■ How to complete this task ■
Your task is to copy each line of the records that includes the string "reasons".

--- Task material Enclosed Below ---

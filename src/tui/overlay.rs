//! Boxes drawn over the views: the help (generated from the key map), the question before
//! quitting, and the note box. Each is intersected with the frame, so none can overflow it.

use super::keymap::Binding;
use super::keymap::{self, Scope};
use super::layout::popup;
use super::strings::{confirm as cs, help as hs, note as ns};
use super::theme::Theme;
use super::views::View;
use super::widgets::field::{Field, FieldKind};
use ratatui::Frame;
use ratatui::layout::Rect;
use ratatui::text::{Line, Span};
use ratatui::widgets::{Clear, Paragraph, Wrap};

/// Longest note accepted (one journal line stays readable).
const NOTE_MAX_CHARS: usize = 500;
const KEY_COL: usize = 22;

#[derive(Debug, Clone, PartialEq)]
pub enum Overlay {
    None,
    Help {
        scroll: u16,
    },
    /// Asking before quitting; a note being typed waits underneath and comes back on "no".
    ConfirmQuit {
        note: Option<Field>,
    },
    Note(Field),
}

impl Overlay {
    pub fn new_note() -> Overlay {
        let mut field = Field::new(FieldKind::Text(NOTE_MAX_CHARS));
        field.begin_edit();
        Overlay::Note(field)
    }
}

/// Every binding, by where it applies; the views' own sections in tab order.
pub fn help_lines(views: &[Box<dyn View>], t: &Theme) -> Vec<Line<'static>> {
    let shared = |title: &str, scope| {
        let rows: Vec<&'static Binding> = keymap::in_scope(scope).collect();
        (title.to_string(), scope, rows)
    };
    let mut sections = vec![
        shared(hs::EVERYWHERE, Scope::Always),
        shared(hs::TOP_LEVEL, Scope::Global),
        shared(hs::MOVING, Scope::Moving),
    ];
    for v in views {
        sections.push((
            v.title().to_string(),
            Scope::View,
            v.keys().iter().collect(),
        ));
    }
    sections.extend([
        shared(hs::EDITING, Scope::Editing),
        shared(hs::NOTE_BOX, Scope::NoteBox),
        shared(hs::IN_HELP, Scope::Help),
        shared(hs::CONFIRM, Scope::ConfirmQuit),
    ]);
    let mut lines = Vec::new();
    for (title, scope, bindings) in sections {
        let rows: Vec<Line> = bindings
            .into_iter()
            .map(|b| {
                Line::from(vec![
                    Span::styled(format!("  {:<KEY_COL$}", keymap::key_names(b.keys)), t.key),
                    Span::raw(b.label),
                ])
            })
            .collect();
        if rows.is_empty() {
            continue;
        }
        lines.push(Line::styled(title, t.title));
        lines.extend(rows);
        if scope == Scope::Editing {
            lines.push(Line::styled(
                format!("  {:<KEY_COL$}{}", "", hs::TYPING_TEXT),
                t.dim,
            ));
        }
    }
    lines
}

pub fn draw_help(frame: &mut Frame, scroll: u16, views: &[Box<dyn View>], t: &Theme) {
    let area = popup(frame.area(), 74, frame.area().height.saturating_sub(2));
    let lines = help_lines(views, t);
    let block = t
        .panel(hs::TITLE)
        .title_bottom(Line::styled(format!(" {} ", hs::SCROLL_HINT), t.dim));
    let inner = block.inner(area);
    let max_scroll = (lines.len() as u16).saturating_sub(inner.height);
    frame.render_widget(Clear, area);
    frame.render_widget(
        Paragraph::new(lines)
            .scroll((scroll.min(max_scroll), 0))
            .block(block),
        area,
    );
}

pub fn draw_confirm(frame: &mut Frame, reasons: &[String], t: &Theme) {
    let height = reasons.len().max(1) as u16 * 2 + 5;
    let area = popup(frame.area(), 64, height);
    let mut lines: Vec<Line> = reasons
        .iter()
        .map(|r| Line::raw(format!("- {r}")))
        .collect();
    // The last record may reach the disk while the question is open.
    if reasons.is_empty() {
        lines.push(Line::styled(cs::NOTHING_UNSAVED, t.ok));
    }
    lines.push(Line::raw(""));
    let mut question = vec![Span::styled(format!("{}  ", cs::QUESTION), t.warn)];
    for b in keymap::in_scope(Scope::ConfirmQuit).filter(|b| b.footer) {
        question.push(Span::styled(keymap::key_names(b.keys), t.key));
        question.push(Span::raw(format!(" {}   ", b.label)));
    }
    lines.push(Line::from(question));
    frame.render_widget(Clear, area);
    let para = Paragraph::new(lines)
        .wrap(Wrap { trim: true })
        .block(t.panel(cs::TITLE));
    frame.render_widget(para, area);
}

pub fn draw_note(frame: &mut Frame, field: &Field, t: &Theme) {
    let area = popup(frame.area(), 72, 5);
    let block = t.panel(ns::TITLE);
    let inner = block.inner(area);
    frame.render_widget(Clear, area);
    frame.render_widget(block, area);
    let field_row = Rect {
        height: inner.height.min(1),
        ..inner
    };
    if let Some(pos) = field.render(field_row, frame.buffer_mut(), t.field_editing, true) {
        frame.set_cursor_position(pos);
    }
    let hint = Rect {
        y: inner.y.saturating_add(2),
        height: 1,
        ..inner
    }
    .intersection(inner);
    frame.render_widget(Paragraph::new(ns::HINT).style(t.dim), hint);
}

--- End of Enclosed Task material ---
--- Task material Enclosed Below ---

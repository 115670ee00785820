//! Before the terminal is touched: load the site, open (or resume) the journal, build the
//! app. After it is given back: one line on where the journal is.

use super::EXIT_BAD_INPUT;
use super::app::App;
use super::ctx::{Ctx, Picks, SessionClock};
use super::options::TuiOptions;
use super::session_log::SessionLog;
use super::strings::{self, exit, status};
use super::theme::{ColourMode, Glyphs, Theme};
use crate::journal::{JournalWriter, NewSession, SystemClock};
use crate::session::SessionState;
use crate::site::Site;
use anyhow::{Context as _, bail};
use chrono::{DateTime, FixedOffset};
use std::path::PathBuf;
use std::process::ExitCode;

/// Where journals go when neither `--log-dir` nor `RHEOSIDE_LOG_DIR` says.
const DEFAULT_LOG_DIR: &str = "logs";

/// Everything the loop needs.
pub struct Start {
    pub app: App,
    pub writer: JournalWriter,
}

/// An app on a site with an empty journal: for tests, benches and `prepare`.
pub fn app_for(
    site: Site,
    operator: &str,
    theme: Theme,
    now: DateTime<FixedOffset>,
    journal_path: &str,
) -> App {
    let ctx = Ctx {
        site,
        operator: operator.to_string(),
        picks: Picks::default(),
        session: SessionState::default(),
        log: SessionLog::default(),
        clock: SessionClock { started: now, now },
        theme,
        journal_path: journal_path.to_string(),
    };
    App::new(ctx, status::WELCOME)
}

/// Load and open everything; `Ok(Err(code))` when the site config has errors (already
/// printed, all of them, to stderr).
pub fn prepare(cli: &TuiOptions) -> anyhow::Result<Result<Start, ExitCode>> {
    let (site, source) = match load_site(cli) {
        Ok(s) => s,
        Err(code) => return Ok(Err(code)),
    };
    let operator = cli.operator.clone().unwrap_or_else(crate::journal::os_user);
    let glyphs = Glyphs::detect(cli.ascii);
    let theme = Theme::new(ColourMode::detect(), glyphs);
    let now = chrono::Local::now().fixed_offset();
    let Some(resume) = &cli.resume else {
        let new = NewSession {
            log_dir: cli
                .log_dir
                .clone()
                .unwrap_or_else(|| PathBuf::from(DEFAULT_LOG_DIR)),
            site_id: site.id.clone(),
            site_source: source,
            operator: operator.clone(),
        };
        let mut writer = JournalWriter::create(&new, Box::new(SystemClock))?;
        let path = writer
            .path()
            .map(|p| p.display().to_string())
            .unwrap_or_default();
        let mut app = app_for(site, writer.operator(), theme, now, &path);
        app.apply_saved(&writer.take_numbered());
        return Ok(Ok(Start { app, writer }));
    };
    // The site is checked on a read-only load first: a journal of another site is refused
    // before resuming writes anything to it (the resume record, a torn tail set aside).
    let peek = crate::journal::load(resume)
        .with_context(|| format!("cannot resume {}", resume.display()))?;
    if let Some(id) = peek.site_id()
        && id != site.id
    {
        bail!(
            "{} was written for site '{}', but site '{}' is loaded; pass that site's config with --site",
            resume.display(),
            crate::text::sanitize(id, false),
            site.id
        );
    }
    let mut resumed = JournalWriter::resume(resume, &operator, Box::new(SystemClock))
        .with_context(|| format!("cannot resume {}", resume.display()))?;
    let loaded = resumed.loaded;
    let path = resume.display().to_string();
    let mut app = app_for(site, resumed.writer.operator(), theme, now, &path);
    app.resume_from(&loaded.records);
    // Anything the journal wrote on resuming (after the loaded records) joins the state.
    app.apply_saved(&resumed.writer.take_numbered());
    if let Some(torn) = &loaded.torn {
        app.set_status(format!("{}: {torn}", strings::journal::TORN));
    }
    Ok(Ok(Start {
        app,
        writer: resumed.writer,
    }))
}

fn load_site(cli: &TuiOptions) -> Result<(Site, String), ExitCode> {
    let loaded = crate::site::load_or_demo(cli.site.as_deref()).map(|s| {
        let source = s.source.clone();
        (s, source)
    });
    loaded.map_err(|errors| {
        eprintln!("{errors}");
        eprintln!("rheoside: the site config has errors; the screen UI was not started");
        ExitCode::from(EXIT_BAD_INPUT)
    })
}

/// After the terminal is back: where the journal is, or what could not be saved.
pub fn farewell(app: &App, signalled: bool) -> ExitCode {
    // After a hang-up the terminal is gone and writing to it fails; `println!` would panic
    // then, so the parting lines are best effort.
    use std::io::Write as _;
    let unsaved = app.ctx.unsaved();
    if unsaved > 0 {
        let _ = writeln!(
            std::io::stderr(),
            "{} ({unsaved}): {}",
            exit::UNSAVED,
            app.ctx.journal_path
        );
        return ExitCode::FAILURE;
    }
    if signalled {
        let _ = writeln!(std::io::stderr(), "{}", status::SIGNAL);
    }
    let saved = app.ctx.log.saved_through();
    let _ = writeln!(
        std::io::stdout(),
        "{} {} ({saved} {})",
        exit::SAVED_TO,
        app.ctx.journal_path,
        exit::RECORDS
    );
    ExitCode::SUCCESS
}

--- End of Enclosed Task material ---
--- Task material Enclosed Below ---

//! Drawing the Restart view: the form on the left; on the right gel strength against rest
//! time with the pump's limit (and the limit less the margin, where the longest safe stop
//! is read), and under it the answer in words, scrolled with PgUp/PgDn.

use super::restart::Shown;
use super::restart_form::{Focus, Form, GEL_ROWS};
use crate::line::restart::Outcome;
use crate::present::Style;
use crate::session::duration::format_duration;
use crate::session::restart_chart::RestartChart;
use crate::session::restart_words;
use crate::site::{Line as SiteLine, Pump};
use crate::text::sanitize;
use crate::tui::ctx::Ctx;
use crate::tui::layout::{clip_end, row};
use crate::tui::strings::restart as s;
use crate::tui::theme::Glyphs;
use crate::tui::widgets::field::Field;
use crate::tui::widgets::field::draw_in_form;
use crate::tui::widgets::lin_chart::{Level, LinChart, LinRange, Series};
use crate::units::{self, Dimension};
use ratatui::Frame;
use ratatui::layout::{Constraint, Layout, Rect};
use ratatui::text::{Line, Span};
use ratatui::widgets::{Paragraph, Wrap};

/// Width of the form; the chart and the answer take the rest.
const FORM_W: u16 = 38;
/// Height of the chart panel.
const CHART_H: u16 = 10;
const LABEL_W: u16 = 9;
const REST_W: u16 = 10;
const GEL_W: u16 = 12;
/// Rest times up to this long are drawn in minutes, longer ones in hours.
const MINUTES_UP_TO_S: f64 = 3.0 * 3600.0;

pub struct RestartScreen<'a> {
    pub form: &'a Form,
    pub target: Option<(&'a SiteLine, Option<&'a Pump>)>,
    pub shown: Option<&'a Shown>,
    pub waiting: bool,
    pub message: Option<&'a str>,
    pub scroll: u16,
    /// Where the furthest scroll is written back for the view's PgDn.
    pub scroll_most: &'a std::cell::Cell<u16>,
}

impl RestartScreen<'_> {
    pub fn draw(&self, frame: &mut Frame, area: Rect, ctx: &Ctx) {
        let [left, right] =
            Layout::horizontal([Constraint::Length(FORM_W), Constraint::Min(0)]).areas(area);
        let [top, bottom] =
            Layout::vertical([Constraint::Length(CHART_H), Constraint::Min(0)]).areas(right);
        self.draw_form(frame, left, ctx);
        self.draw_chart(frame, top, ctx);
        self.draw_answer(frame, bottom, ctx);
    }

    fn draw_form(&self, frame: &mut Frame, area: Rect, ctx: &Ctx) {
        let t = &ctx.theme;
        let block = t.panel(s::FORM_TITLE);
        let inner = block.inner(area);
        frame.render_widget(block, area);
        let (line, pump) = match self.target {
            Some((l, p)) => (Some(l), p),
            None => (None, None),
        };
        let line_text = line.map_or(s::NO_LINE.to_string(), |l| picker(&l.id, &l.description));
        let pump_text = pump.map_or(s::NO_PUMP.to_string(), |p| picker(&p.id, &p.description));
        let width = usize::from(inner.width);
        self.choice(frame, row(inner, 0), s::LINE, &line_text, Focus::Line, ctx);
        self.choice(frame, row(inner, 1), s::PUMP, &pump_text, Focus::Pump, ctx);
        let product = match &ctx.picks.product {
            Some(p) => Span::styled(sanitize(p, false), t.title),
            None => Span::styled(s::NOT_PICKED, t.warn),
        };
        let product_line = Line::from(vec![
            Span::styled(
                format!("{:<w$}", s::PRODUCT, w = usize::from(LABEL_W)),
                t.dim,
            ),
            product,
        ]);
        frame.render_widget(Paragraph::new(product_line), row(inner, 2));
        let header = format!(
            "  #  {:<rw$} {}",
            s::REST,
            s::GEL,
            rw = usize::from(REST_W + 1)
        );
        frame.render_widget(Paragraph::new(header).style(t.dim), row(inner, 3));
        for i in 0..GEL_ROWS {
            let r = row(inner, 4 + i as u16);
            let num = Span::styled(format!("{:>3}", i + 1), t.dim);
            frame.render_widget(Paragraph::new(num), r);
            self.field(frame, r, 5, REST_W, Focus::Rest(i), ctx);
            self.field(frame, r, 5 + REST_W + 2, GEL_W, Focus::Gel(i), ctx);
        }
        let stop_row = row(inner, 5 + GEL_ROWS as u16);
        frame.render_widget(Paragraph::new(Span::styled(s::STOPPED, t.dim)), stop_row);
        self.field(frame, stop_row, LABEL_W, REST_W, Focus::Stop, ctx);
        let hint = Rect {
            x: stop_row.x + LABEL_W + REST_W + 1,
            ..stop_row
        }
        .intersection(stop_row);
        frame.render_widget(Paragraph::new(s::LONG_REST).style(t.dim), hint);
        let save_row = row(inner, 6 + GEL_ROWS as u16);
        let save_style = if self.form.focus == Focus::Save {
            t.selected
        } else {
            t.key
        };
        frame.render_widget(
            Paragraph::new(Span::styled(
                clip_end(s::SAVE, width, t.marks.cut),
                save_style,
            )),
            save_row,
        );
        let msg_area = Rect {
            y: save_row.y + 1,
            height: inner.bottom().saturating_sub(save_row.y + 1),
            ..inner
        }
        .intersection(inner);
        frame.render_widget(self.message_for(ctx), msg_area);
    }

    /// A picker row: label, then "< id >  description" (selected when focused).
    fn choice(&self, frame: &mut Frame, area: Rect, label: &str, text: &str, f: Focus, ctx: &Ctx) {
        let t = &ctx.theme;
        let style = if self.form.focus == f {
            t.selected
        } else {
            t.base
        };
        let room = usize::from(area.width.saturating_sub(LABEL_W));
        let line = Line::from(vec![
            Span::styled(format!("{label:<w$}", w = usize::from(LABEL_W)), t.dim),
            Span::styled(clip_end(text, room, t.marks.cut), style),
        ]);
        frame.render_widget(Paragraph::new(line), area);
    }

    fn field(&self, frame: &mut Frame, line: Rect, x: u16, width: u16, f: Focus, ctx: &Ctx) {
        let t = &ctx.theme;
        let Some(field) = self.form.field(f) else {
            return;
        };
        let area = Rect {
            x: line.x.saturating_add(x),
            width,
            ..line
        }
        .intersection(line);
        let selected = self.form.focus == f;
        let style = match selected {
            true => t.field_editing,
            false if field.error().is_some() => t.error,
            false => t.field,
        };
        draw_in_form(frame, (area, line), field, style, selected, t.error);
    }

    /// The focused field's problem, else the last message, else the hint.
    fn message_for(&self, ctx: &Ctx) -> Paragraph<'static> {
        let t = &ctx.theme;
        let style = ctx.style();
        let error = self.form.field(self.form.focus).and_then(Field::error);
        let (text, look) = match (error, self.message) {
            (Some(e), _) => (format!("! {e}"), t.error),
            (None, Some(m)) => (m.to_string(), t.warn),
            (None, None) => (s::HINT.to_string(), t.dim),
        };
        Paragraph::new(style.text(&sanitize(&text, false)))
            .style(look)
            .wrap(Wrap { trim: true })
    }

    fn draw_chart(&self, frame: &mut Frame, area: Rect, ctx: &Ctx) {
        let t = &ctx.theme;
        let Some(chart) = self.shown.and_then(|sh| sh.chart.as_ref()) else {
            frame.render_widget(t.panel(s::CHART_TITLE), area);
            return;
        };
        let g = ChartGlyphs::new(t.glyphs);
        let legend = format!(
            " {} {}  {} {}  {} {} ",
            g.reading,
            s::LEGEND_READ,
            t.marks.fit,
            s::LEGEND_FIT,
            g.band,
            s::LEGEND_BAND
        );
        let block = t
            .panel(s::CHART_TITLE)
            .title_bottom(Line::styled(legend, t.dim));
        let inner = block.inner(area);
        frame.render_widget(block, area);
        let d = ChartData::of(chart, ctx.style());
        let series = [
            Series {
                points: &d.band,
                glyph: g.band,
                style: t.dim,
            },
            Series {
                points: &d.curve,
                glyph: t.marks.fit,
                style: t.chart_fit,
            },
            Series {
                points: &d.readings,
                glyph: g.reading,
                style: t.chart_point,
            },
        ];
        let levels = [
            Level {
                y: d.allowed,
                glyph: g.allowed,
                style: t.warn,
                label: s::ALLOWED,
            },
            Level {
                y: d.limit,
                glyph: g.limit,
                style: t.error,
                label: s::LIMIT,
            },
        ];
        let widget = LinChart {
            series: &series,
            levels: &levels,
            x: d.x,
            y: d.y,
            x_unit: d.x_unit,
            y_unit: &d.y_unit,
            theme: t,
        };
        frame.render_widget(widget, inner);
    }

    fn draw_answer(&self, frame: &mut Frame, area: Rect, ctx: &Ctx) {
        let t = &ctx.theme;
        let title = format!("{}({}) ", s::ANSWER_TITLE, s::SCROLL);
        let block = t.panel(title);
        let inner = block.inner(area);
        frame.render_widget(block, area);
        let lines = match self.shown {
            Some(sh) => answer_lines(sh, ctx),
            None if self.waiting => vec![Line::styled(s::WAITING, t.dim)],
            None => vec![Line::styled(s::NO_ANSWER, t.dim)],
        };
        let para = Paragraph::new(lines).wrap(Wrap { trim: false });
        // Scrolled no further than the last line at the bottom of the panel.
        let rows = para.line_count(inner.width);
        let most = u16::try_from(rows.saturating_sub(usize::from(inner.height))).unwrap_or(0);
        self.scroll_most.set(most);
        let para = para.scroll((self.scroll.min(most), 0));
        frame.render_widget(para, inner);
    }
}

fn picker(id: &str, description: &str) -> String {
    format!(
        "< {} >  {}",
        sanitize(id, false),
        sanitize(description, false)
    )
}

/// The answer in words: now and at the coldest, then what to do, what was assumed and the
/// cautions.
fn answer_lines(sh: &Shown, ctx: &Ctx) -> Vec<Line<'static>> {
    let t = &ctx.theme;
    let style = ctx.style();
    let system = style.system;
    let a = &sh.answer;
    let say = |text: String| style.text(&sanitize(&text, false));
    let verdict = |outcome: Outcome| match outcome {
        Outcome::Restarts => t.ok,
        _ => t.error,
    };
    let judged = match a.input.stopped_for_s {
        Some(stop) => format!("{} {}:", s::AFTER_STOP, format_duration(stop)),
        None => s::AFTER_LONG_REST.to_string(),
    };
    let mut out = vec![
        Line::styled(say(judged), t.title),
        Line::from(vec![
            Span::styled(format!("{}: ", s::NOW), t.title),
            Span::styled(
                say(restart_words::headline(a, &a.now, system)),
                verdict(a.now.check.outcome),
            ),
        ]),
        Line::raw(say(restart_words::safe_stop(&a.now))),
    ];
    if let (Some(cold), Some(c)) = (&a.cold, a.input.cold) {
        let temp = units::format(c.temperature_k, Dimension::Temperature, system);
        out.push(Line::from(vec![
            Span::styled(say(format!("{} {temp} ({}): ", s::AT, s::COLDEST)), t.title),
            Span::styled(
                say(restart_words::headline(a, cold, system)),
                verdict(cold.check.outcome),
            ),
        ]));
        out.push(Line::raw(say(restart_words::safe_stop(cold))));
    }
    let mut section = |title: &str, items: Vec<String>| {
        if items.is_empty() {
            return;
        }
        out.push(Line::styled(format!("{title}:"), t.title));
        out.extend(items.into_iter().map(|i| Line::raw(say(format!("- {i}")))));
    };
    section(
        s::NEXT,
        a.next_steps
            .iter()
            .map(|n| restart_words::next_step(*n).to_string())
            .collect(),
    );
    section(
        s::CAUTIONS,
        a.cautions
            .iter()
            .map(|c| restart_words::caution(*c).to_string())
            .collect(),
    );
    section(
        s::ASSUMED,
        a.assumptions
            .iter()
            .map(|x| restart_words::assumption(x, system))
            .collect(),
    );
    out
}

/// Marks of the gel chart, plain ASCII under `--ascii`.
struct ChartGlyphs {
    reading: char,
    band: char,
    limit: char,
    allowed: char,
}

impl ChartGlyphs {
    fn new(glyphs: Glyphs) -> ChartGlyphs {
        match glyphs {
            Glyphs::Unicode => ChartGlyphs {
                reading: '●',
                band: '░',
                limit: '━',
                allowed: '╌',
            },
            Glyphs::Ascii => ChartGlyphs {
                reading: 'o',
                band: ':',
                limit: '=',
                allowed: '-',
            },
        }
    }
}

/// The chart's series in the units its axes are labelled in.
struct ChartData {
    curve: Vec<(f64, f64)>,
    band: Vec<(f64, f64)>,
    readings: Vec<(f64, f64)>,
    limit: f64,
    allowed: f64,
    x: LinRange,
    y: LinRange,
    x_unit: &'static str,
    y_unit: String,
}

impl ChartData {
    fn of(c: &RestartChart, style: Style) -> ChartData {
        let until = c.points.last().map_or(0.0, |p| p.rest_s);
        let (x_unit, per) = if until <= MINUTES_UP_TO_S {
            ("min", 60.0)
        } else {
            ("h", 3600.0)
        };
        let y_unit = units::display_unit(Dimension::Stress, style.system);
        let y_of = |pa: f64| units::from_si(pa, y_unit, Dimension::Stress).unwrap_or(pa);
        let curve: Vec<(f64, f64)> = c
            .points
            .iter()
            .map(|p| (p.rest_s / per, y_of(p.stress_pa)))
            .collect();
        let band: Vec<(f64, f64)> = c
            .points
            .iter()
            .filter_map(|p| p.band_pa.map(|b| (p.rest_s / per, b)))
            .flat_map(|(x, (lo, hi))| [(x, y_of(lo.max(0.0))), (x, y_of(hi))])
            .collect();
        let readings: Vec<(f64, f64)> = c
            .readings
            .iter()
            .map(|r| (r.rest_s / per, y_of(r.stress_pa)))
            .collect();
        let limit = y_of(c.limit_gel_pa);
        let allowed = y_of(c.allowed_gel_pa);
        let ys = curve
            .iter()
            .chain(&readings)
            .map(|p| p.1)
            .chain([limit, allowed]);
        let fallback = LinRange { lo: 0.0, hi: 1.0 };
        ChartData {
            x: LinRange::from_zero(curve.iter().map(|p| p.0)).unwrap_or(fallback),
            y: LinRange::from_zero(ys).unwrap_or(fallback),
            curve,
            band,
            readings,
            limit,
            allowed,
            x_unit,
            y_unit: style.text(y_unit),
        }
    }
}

--- End of Enclosed Task material ---

■ The answer ■
pub fn draw_confirm(frame: &mut Frame, reasons: &[String], t: &Theme) {
    let height = reasons.len().max(1) as u16 * 2 + 5;
    let mut lines: Vec<Line> = reasons
    if reasons.is_empty() {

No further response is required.